Observe that the biggest system we analyzed in terms of lines of code, s11, with 102,682 lines of code, has 519 Java files and FindBugs reported 359 warnings in 49 minutes and 50 seconds, giving an average time of 5.8 seconds for reporting warning per file. This was the lowest runtime per file FindBugs obtained in our experiment. Considering that μJava generated 65,529 mutants for s11, we finished the data collection for this system in 4,37 days. The smallest system in terms of lines of code, s9, was also the one which took the lowest time to finish data collection, around 2 hours.

The cost of mutant generation and the cost for loading XML data into the database are not representative taking only a few seconds and are not considered in this analysis.

Observe that, if we have seven cloud computers, similar to the one we have used, we can collect all the data for the prioritization strategy in one day, considering the most expensive program. Therefore, it is evident that our strategy has a manageable cost only dependent on available hardware resources which, in general, are cheaper than human resources.

Once it is determined the prioritization order, as presented in Sections 4.1 and 4.2, the cost to use it, as shown in Section 5.1, is only to apply FindBugs and to analyze the warnings reported, respecting the suggested order. In the same way, when applying mutation testing, the tester may decided how much mutation operators he/she wants to applying respecting the time and cost constraint available. The suggested order prioritizes faults more difficult to be detected by FindBugs.

As any other study, this one also presents threats to validity and limitations as presented below.

External Validity: In this study, we used 19 of 30 systems used by Couto et al. (2013). One of the reasons for the absence of the other 11 systems is due to the difficulty in obtaining its dependencies (jars files) so that μJava tool could not generate the corresponding mutants.
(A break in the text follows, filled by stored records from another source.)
/** Reads the feed at source (a .zip path, a folder of .txt files or an http(s) URL). */
export async function readFeed(
  source: string,
  {
    date = 'auto',
    routes,
    onProgress,
    limits = {},
    download,
    fetch,
    warnings = new WarningSink(),
    holdDay,
    tripRows,
  }: ReadFeedOptions = {},
): Promise<Feed> {
  if (typeof date !== 'string' || (date !== 'auto' && date !== 'all' && !/^\d{4}-\d{2}-\d{2}$/.test(date))) {
    throw new StopspanError('bad-option', `invalid option date: expected 'auto', 'all' or YYYY-MM-DD, got ${String(date)}`, {
      value: String(date),
    });
  }
  if (date !== 'auto' && date !== 'all') isoToGtfsDate(date);
  if (holdDay !== undefined && date !== 'all') {
    throw new StopspanError('bad-option', "invalid option holdDay: it goes with date 'all'", { value: String(date) });
  }
  if (typeof holdDay === 'string') isoToGtfsDate(holdDay, 'holdDay');
  if (routes !== undefined && (!Array.isArray(routes) || routes.some((r) => typeof r !== 'string'))) {
    throw new StopspanError('bad-option', 'invalid option routes: expected a list of route ids', { value: String(routes) });
  }
  const { maxRecordChars, ...archiveLimits } = limits;
  const archive = await openFeed(source, { limits: archiveLimits, download, fetch, warnings, onProgress });
  const early = new Map<string, Promise<Readable>>();
  try {
    // a URL's user name and password are not kept: the source is printed, written in reports and histories
    return await readArchive(archive, shownUrl(source), { date, routes, onProgress, maxRecordChars, warnings, early, holdDay, tripRows });
  } finally {
    // a table opened early and never read (the reading stopped at an error before it) is let go
    for (const p of early.values())
      p.then(
        (s) => s.destroy(),
        () => {},
      );
    await archive.close();
  }
}

interface Ctx {
  archive: FeedArchive;
  warnings: WarningSink;
  onProgress?: OnProgress;
  maxRecordChars?: number;
  rowCounts: Record<string, number>;
  /** Tables opened ahead of their turn. */
  early: Map<string, Promise<Readable>>;
}

type Columns<R extends string, O extends string> = Record<R, number> & Record<O, number>;

/** Column indices by name from a table's header; -1 for an absent optional column; a missing required one is an error. */
function columnIndex<R extends string, O extends string>(
  file: string,
  header: string[],
  required: readonly R[],
  optional: readonly O[],
): Columns<R, O> {
  const at = new Map(header.map((h, i) => [h, i]));
  const c: Record<string, number> = {};
  for (const r of required) {
    const i = at.get(r);
    if (i === undefined) throw missingColumn(file, header, r, { known: new Set<string>([...required, ...optional]) });
    c[r] = i;
  }
  for (const o of optional) c[o] = at.get(o) ?? -1;
  return c as Columns<R, O>;
}
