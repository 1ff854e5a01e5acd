// Zip archives for tests, read with yauzl and written with yazl (general-purpose zip libraries, outside the
// project's own reader): every entry into memory, one entry, the central directory's records, and a zip
// made from names and bytes with a fixed modification time, so its bytes never depend on the clock.
import { writeFileSync } from 'node:fs';
import yauzl from 'yauzl';
import yazl from 'yazl';

/** The modification time written into every entry (2026-11-01 UTC). */
export const ZIP_MTIME = new Date(Date.UTC(2026, 10, 1));

function eachEntry(
  path: string,
  onEntry: (zip: yauzl.ZipFile, entry: yauzl.Entry, next: () => void, fail: (e: unknown) => void) => void,
): Promise<void> {
  return new Promise((ok, fail) => {
    yauzl.open(path, { lazyEntries: true }, (err, zip) => {
      if (err || !zip) return fail(err ?? new Error(`cannot open ${path}`));
      zip.on('entry', (e: yauzl.Entry) => onEntry(zip, e, () => zip.readEntry(), fail));
      zip.on('end', () => ok());
      zip.on('error', fail);
      zip.readEntry();
    });
  });
}

/** Every entry of a zip whose name `keep` accepts (all by default): name -> bytes, in archive order. */
export async function readZip(path: string, keep: (name: string) => boolean = () => true): Promise<Map<string, Buffer>> {
  const out = new Map<string, Buffer>();
  await eachEntry(path, (zip, e, next, fail) => {
    if (!keep(e.fileName)) return next();
    zip.openReadStream(e, (err, s) => {
      if (err || !s) return fail(err);
      const parts: Buffer[] = [];
      s.on('data', (d: Buffer) => parts.push(d));
      s.on('end', () => {
        out.set(e.fileName, Buffer.concat(parts));
        next();
      });
      s.on('error', fail);
    });
  });
  return out;
}

/** The bytes of one entry; rejects when the zip has none of that name. */
export async function readZipEntry(path: string, name: string): Promise<Buffer> {
  const got = (await readZip(path, (n) => n === name)).get(name);
  if (!got) throw new Error(`${name} not in ${path}`);
  return got;
}

export interface ZipRecord {
  crc32: number;
  compressedSize: number;
  uncompressedSize: number;
}

/** What the central directory says of each entry (as the zip's writer recorded it), bodies unread. */
export async function zipDirectory(path: string): Promise<Map<string, ZipRecord>> {
  const out = new Map<string, ZipRecord>();
  await eachEntry(path, (_zip, e, next) => {
    out.set(e.fileName, { crc32: e.crc32, compressedSize: e.compressedSize, uncompressedSize: e.uncompressedSize });
    next();
  });
  return out;
}

export type ZipFiles = Iterable<readonly [string, Buffer | string]> | Record<string, Buffer | string>;

/** A zip of the entries (text is written as UTF-8), in the order given; compress false stores them. */
export async function zipBytes(files: ZipFiles, { compress = true }: { compress?: boolean } = {}): Promise<Buffer> {
  const zip = new yazl.ZipFile();
  const list = Symbol.iterator in files ? files : Object.entries(files);
  for (const [name, body] of list as Iterable<readonly [string, Buffer | string]>) {
    zip.addBuffer(Buffer.isBuffer(body) ? body : Buffer.from(body, 'utf8'), name, { mtime: ZIP_MTIME, compress });
  }
  zip.end();
  const chunks: Buffer[] = [];
  for await (const c of zip.outputStream) chunks.push(c as Buffer);
  return Buffer.concat(chunks);
}

/** Writes zipBytes(files) to path. */
export async function writeZip(path: string, files: ZipFiles, options: { compress?: boolean } = {}): Promise<void> {
  writeFileSync(path, await zipBytes(files, options));
}
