// Runs the built CLI as `stopspan` runs it (the bundle dist/bin/stopspan.js that package.json's bin names)
// and captures what it printed. Importing this module builds dist/ first when it is older than the
// sources (tsc, then the command's bundle, as npm run build does), so only the test files that need the
// built command pay for the build. Test files run in parallel processes: one of them takes a lock
// directory and builds while the others wait for it, then all see a stamp newer than every source file
// and go on; a run whose sources have not changed since the last build builds nothing.
import { execFileSync, spawn } from 'node:child_process';
import { existsSync, mkdirSync, readdirSync, rmSync, statSync, utimesSync, writeFileSync } from 'node:fs';
import { join, resolve } from 'node:path';

export const ROOT = resolve(__dirname, '../..');
const BIN = join(ROOT, 'dist/bin/stopspan.js');
const STAMP = join(ROOT, 'dist/.built-for-tests');
const LOCK = join(ROOT, 'dist.building-for-tests');
const STALE_LOCK_MS = 10 * 60_000; // a lock left by a killed run is taken over after this long
/** What the build reads besides src/: a change to any of them makes dist/ stale. */
const INPUTS = ['tsconfig.json', 'package.json', 'scripts/bundle-cli.mjs'];

function newestInput(): number {
  let newest = 0;
  const walk = (dir: string): void => {
    for (const e of readdirSync(dir, { withFileTypes: true })) {
      const p = join(dir, e.name);
      if (e.isDirectory()) walk(p);
      else newest = Math.max(newest, statSync(p).mtimeMs);
    }
  };
  walk(join(ROOT, 'src'));
  for (const f of INPUTS) newest = Math.max(newest, statSync(join(ROOT, f)).mtimeMs);
  return newest;
}

function fresh(): boolean {
  return existsSync(BIN) && existsSync(STAMP) && statSync(STAMP).mtimeMs >= newestInput();
}

function sleepMs(ms: number): void {
  Atomics.wait(new Int32Array(new SharedArrayBuffer(4)), 0, 0, ms);
}

function build(): void {
  execFileSync(process.execPath, [join(ROOT, 'node_modules/typescript/bin/tsc'), '-p', 'tsconfig.json'], { cwd: ROOT, stdio: 'inherit' });
  execFileSync(process.execPath, [join(ROOT, 'scripts/bundle-cli.mjs')], { cwd: ROOT, stdio: 'inherit' });
}

/** Builds dist/ unless it is newer than every source; safe to call from parallel test processes. */
export function ensureBuilt(): string {
  while (!fresh()) {
    try {
      mkdirSync(LOCK);
    } catch (e) {
      if ((e as NodeJS.ErrnoException).code !== 'EEXIST') throw e;
      const lockedAt = statSync(LOCK, { throwIfNoEntry: false })?.mtimeMs ?? Date.now();
      if (Date.now() - lockedAt > STALE_LOCK_MS) rmSync(LOCK, { recursive: true, force: true });
      sleepMs(200); // another test process is building
      continue;
    }
    try {
      if (!fresh()) {
        const started = new Date();
        build();
        // dated to the build's start, so a source saved while the build ran makes dist/ stale again
        writeFileSync(STAMP, '');
        utimesSync(STAMP, started, started);
      }
    } finally {
      rmSync(LOCK, { recursive: true, force: true });
    }
  }
  return BIN;
}

/** The built command, built on first import of this module (see the top of the file). */
export const CLI = ensureBuilt();

export interface CliRun {
  code: number | null;
  stdout: string;
  stderr: string;
}

export function runCli(args: string[], options: { cwd?: string; nodeArgs?: string[] } = {}): Promise<CliRun> {
  return new Promise((ok, fail) => {
    const p = spawn(process.execPath, [...(options.nodeArgs ?? []), CLI, ...args], {
      cwd: options.cwd ?? ROOT,
      env: { ...process.env, NO_COLOR: '1' },
      stdio: ['ignore', 'pipe', 'pipe'],
    });
    let stdout = '';
    let stderr = '';
    p.stdout.on('data', (d) => (stdout += d));
    p.stderr.on('data', (d) => (stderr += d));
    p.on('error', fail);
    p.on('close', (code) => ok({ code, stdout, stderr }));
  });
}
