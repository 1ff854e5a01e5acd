// Temporary folders for a test file, removed when the file's tests end: tests write inputs and reports
// under the system's temporary folder and must not leave them behind run after run. The hook is set when
// a test file imports this module (at its top level), so a folder made while the tests are collected
// (in a describe) lives until the file's last test, like one made inside a test.
import { mkdtempSync, rmSync } from 'node:fs';
import { tmpdir } from 'node:os';
import { join } from 'node:path';
import { afterAll } from 'vitest';

const made: string[] = [];
afterAll(() => {
  for (const d of made.splice(0)) rmSync(d, { recursive: true, force: true });
});

/** A new folder under the system's temporary folder, named prefix + random letters. */
export function tempDir(prefix: string): string {
  const dir = mkdtempSync(join(tmpdir(), prefix));
  made.push(dir);
  return dir;
}
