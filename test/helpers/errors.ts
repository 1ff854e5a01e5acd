// Catches the StopspanError a call must throw (or a promise must reject with), so a test can pin its code
// and message; any other exception, or none, fails the test.
import { StopspanError } from '../../src/common/errors.js';

export function thrown(f: () => unknown): StopspanError {
  try {
    f();
  } catch (e) {
    if (e instanceof StopspanError) return e;
    throw e;
  }
  throw new Error('expected a StopspanError');
}

export async function rejected(p: Promise<unknown>): Promise<StopspanError> {
  try {
    await p;
  } catch (e) {
    if (e instanceof StopspanError) return e;
    throw e;
  }
  throw new Error('expected a StopspanError');
}
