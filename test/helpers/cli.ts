// Runs the built CLI as `stopspan` runs it (the bundle dist/bin/stopspan.js that package.json's bin names,
// built once by test/globalSetup.ts) and captures what it printed.
import { spawn } from 'node:child_process';
import { join, resolve } from 'node:path';

export const ROOT = resolve(__dirname, '../..');
export const CLI = join(ROOT, 'dist/bin/stopspan.js');

export interface CliRun {
  code: number | null;
  stdout: string;
  stderr: string;
}

export function runCli(args: string[], options: { cwd?: string; nodeArgs?: string[] } = {}): Promise<CliRun> {
  return new Promise((ok, fail) => {
    const p = spawn(process.execPath, [...(options.nodeArgs ?? []), CLI, ...args], {
      cwd: options.cwd ?? ROOT,
      env: { ...process.env, NO_COLOR: '1' },
      stdio: ['ignore', 'pipe', 'pipe'],
    });
    let stdout = '';
    let stderr = '';
    p.stdout.on('data', (d) => (stdout += d));
    p.stderr.on('data', (d) => (stderr += d));
    p.on('error', fail);
    p.on('close', (code) => ok({ code, stdout, stderr }));
  });
}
Other limitations observed in the experiment are related to the programming language and the static analysis tools used. In the experiment, it was considered only the Java language and, therefore, the results cannot be extended to other languages, specially to those of dynamic typing. In relation to static analysis tools, it was used only FindBugs and the results cannot be automatically extended to other static analysis tools as well.

About equivalent mutants: one of the objectives of the study is to verify if a given mutation produced is detected by FindBugs Tool, and this is done statically, without the necessity of the mutant execution. Thus, in this first stage of the study, as the mutants were not executed, there is no data about live, dead or equivalent mutants. However, we shall explore the generation of test sets in automated and/or manual ways executing the mutants, evaluating the effectiveness of such test suites, analysing live mutants to determine equivalence and to construct a historical data base for Java mutation operators, similar to the one built to mutation operators for C language, enabling the automatic treatment of equivalent mutants based on Bayesian learning technique (Vincenzi et al. 2002).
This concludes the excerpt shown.